Admittedly there would be chaos if state welfare programs, such as those involved in Brian and Cooper, could be ignored or emasculated by the perversity of individual county administrators. The Legislature anticipated this untoward possibility in the adoption of Welfare and Institutions Code section 10605 (see ante, pp. 910-911, fn. 8 of majority opn. for the full text). The section provides for notice to the county director who is remiss, and for a hearing. Thereafter if the county continues its failure to comply with state laws and regulations, the state has three options: first, to withhold state and federal funds from the county; second, to assume direct responsibility for county administration—virtually to place the county in receivership; third, to bring appropriate court action. The court action, it should be noted, is authorized if the state considers a county director to be failing, not the board of supervisors.

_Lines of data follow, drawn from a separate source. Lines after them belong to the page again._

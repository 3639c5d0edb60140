import 'server-only';
import { getDb, type Tx } from '@/db/client';
import { PHASES, type ItemKind, type Phase, type PourStep } from '@/db/enums';
import { ballotItems, descriptors, oneTimeLinks, pulls, fills, sampleComponents, samples, seatPeople, seats, sessionPourers, sessions, vessels } from '@/db/schema';
import { and, eq, inArray } from 'drizzle-orm';
import { recordAudit } from '../audit/record';
import { requireCapability, type Access } from '../auth/access';
import { createLink } from '../auth/links';
import { now } from '../clock';
import { AppError } from '../errors';
import { newId } from '../ids';
import { overallLiking } from '../lexicon/overall-liking';
import { factsOf } from '../methods/facts';
import { fromLocalInput } from '../time';
import { listDescriptors, listMembers } from './data';
import { findSession, requireState } from './find';
import type { DraftInput } from './schema';

/** @throws AppError `invalid` when a chosen pull is not the cellar's */
function writeSamples(tx: Tx, cellarId: string, sessionId: string, input: DraftInput): void {
  const old = tx.select({ id: samples.id }).from(samples).where(eq(samples.sessionId, sessionId)).all().map((row) => row.id);
  if (old.length > 0) tx.delete(sampleComponents).where(inArray(sampleComponents.sampleId, old)).run();
  tx.delete(samples).where(eq(samples.sessionId, sessionId)).run();
  const chosen = input.pulls.length === 0 ? [] : tx
    .select({ id: pulls.id, vessel: vessels.name, kind: vessels.kind })
    .from(pulls)
    .innerJoin(fills, eq(fills.id, pulls.fillId))
    .innerJoin(vessels, eq(vessels.id, fills.vesselId))
    .where(and(eq(pulls.cellarId, cellarId), inArray(pulls.id, input.pulls)))
    .all();
  if (chosen.length !== new Set(input.pulls).size) throw new AppError('invalid', 'A chosen pull is not there any more.', { pulls: 'Choose again' });
  const labels = new Set<string>();
  chosen.sort((a, b) => a.vessel.localeCompare(b.vessel, 'en', { numeric: true }));
  const insert = (label: string, ordinal: number, isControl: boolean): string => {
    const id = newId();
    let unique = label;
    for (let i = 2; labels.has(unique); i += 1) unique = `${label} (${i})`;
    labels.add(unique);
    tx.insert(samples).values({ id, cellarId, sessionId, ordinal, label: unique, isControl }).run();
    return id;
  };
  chosen.forEach((pull, index) => {
    const kind = pull.kind.charAt(0).toUpperCase() + pull.kind.slice(1);
    const sampleId = insert(`${kind} ${pull.vessel}`, index + 1, false);
    tx.insert(sampleComponents).values({ cellarId, sampleId, pullId: pull.id, share: 1 }).run();
  });
  if (input.controlLabel) insert(input.controlLabel, chosen.length + 1, true);
}

interface WantedItem {
  id: string;
  phase: Phase;
  kind: ItemKind;
}

/** The ballot's lines by the method's rule: the leader's choice, or the whole lexicon, and what the method asks by itself. */
function wantedItems(tx: Tx, cellarId: string, input: DraftInput, lexicon: readonly (typeof descriptors.$inferSelect)[]): WantedItem[] {
  const rule = factsOf(input.method).items;
  if (!rule) return [];
  const lines: WantedItem[] =
    rule.from === 'whole'
      ? lexicon.slice(0, rule.max).map(({ id, phase }) => ({ id, phase, kind: rule.kind }))
      : rule.from === 'chosen'
        ? [...new Set(input.lines)].slice(0, rule.max).map((line) => ({ id: line.slice(0, 36), phase: line.slice(37) as Phase, kind: rule.kind }))
        : [];
  const flags: WantedItem[] = rule.hasFlags ? [...new Set(input.flags)].map((id) => ({ id, phase: 'nose', kind: 'flag' })) : [];
  const liking: WantedItem[] = rule.asksLiking ? [{ id: overallLiking(tx, cellarId).id, phase: 'after', kind: 'liking' }] : [];
  return [...lines, ...flags, ...liking];
}

/** @throws AppError `invalid` when a descriptor is not in the cellar's lexicon */
function writeBallot(tx: Tx, cellarId: string, sessionId: string, input: DraftInput): void {
  tx.delete(ballotItems).where(eq(ballotItems.sessionId, sessionId)).run();
  const entries = listDescriptors(tx, cellarId);
  const wanted = wantedItems(tx, cellarId, input, entries);
  const lexicon = new Map([...entries, ...(wanted.some((item) => item.kind === 'liking') ? [overallLiking(tx, cellarId)] : [])].map((entry) => [entry.id, entry]));
  // In the order in which a glass is tasted; within a part as chosen.
  wanted.sort((a, b) => PHASES.indexOf(a.phase) - PHASES.indexOf(b.phase));
  const seen = new Set<string>();
  let position = 0;
  for (const { id, phase, kind } of wanted) {
    const entry = lexicon.get(id);
    if (!entry) throw new AppError('invalid', 'A chosen descriptor is not in the lexicon any more.', { lines: 'Choose again' });
    if (seen.has(`${id}/${phase}`)) continue;
    seen.add(`${id}/${phase}`);
    position += 1;
    tx.insert(ballotItems).values({
      id: newId(), cellarId, sessionId, position, phase, kind, descriptorId: id,
      name: entry.name, definition: entry.definition, lowAnchor: entry.lowAnchor, highAnchor: entry.highAnchor,
    }).run();
  }
}

function writePourers(tx: Tx, cellarId: string, sessionId: string, input: DraftInput): void {
  const members = new Set(listMembers(tx, cellarId).map((member) => member.id));
  if (!members.has(input.leaderId)) throw new AppError('invalid', 'The leader must be a member.', { leaderId: 'Choose a member' });
  tx.delete(sessionPourers).where(eq(sessionPourers.sessionId, sessionId)).run();
  const named: { userId: string; step: PourStep }[] =
    input.coding === 'two_step'
      ? [...(input.letteredBy ? [{ userId: input.letteredBy, step: 'letters' as const }] : []), ...(input.codedBy ? [{ userId: input.codedBy, step: 'codes' as const }] : [])]
      : [...new Set(input.pourers)].map((userId) => ({ userId, step: 'key' as const }));
  for (const { userId, step } of named) {
    if (!members.has(userId)) throw new AppError('invalid', 'Who pours must be a member.', { pourers: 'Choose members' });
    tx.insert(sessionPourers).values({ cellarId, sessionId, userId, step }).run();
  }
}

/**
 * Saves a session's design: a new draft, or a change of one.
 * @returns the session's id
 * @throws AppError `forbidden`, `not_found`, `wrong_state` (sealed before), `stale`, `invalid`
 */
export function saveDraft(access: Access, input: DraftInput): string {
  requireCapability(access, 'session.design');
  const { cellar } = access;
  const values = {
    method: input.method, coding: input.coding, title: input.title, instruction: input.instruction, privateQuestion: input.privateQuestion,
    leaderId: input.leaderId, scheduledFor: input.scheduledFor ? fromLocalInput(input.scheduledFor, cellar.timeZone) : null,
    seatsPlanned: input.seatsPlanned, reservesPlanned: input.reservesPlanned, replicates: input.replicates, alpha: input.alpha,
    servingTemperatureC: input.servingTemperatureC ?? null, servingVolumeMl: input.servingVolumeMl, restS: input.restS, allergens: input.allergens,
  };
  return getDb().transaction((tx) => {
    let sessionId = input.sessionId;
    if (sessionId) {
      const session = findSession(tx, cellar.id, sessionId);
      requireState(session, 'draft');
      const changed = tx.update(sessions).set({ ...values, version: session.version + 1 }).where(and(eq(sessions.id, sessionId), eq(sessions.version, input.version ?? 0))).run();
      if (changed.changes !== 1) throw new AppError('stale');
    } else {
      sessionId = newId();
      tx.insert(sessions).values({ id: sessionId, cellarId: cellar.id, state: 'draft', createdAt: now(), ...values }).run();
    }
    writeSamples(tx, cellar.id, sessionId, input);
    writeBallot(tx, cellar.id, sessionId, input);
    writePourers(tx, cellar.id, sessionId, input);
    recordAudit(tx, {
      cellarId: cellar.id, sessionId, actorUserId: access.user.id, action: input.sessionId ? 'session.designed' : 'session.created',
      subjectType: 'session', subjectId: sessionId,
    });
    return sessionId;
  }, { behavior: 'immediate' });
}

/** A new draft with the design of another session. @returns its id */
export function duplicateSession(access: Access, sessionId: string): string {
  requireCapability(access, 'session.design');
  return getDb().transaction((tx) => {
    const from = findSession(tx, access.cellar.id, sessionId);
    const id = newId();
    tx.insert(sessions).values({
      id, cellarId: from.cellarId, state: 'draft', method: from.method, coding: from.coding, title: from.title, instruction: from.instruction, privateQuestion: from.privateQuestion,
      leaderId: access.user.id, seatsPlanned: from.seatsPlanned, reservesPlanned: from.reservesPlanned, replicates: from.replicates, alpha: from.alpha,
      servingTemperatureC: from.servingTemperatureC, servingVolumeMl: from.servingVolumeMl, restS: from.restS, allergens: from.allergens, createdAt: now(),
    }).run();
    for (const item of tx.select().from(ballotItems).where(eq(ballotItems.sessionId, sessionId)).all()) {
      tx.insert(ballotItems).values({ ...item, id: newId(), sessionId: id }).run();
    }
    recordAudit(tx, { cellarId: from.cellarId, sessionId: id, actorUserId: access.user.id, action: 'session.created', subjectType: 'session', subjectId: id });
    return id;
  }, { behavior: 'immediate' });
}

/** The seat of that number. @throws AppError `not_found` */
function findSeat(tx: Tx, access: Access, sessionId: string, number: number) {
  const session = findSession(tx, access.cellar.id, sessionId);
  const seat = tx.select().from(seats).where(and(eq(seats.sessionId, session.id), eq(seats.number, number))).get();
  if (!seat) throw new AppError('not_found');
  return { session, seat };
}

/**
 * A one-time link that moves a seat to another phone. Older links of the seat die.
 * @returns the token
 */
export function reissueSeat(access: Access, sessionId: string, number: number): string {
  requireCapability(access, 'session.run');
  return getDb().transaction((tx) => {
    const { session, seat } = findSeat(tx, access, sessionId, number);
    requireState(session, 'open', 'closed');
    if (!seat.claimedAt) throw new AppError('conflict', 'Nobody has taken that seat yet.');
    tx.update(oneTimeLinks).set({ usedAt: now() }).where(and(eq(oneTimeLinks.seatId, seat.id))).run();
    recordAudit(tx, { cellarId: seat.cellarId, sessionId, actorUserId: access.user.id, action: 'seat.link_made', subjectType: 'seat', subjectId: seat.id, detail: { number } });
    return createLink(tx, { purpose: 'seat', seatId: seat.id, createdBy: access.user.id });
  }, { behavior: 'immediate' });
}

/** Erases the name of a seat; its answers stay as evidence. */
export function eraseSeatName(access: Access, sessionId: string, number: number): void {
  requireCapability(access, 'session.run');
  getDb().transaction((tx) => {
    const { session, seat } = findSeat(tx, access, sessionId, number);
    requireState(session, 'closed', 'unsealed', 'abandoned');
    tx.update(seatPeople).set({ displayName: '', userId: null }).where(eq(seatPeople.seatId, seat.id)).run();
    recordAudit(tx, { cellarId: seat.cellarId, sessionId, actorUserId: access.user.id, action: 'seat.name_erased', subjectType: 'seat', subjectId: seat.id, detail: { number } });
  }, { behavior: 'immediate' });
}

Section 10605 does not provide an administrative remedy the exhaustion of which is a condition to judicial jurisdiction over contempt proceedings. But it does indicate there is a way out of an intergovernmental impasse short of resort to the compulsion of a jail sentence. There is, therefore, good reason why under these circumstances courts should abstain from invoking the draconian remedy of contempt against officials of a coordinate branch of government. (See Housing Authority v. City of Los Angeles (1953) 40 Cal.2d 682 [256 P.2d 4].)
Chief Justice John Marshall said of the Constitution in his dissent in Ogden v. Saunders (1827) 25 U.S. (12 Wheat.) 213, 351 [6 L.Ed. 606, 653]: *920it contains “the language of restraint, not of coercion.” We should speak in the same muted tones of forbearance.
1 would annul the order of contempt.
Clark, J., and Brown (G. A.), J.,* concurred.
Petitioners’ application for a rehearing was denied. November 3, 1977. Bird, C. J., did not participate therein. Sullivan, J.,† participated therein. Mosk, J., and Clark, J., were of the opinion that the application should be granted.

 Assigned by the Acting Chairman of the Judicial Council.

Retired Associate Justice of the Supreme Court sitting under assignment by the Chairperson of the Judicial Council.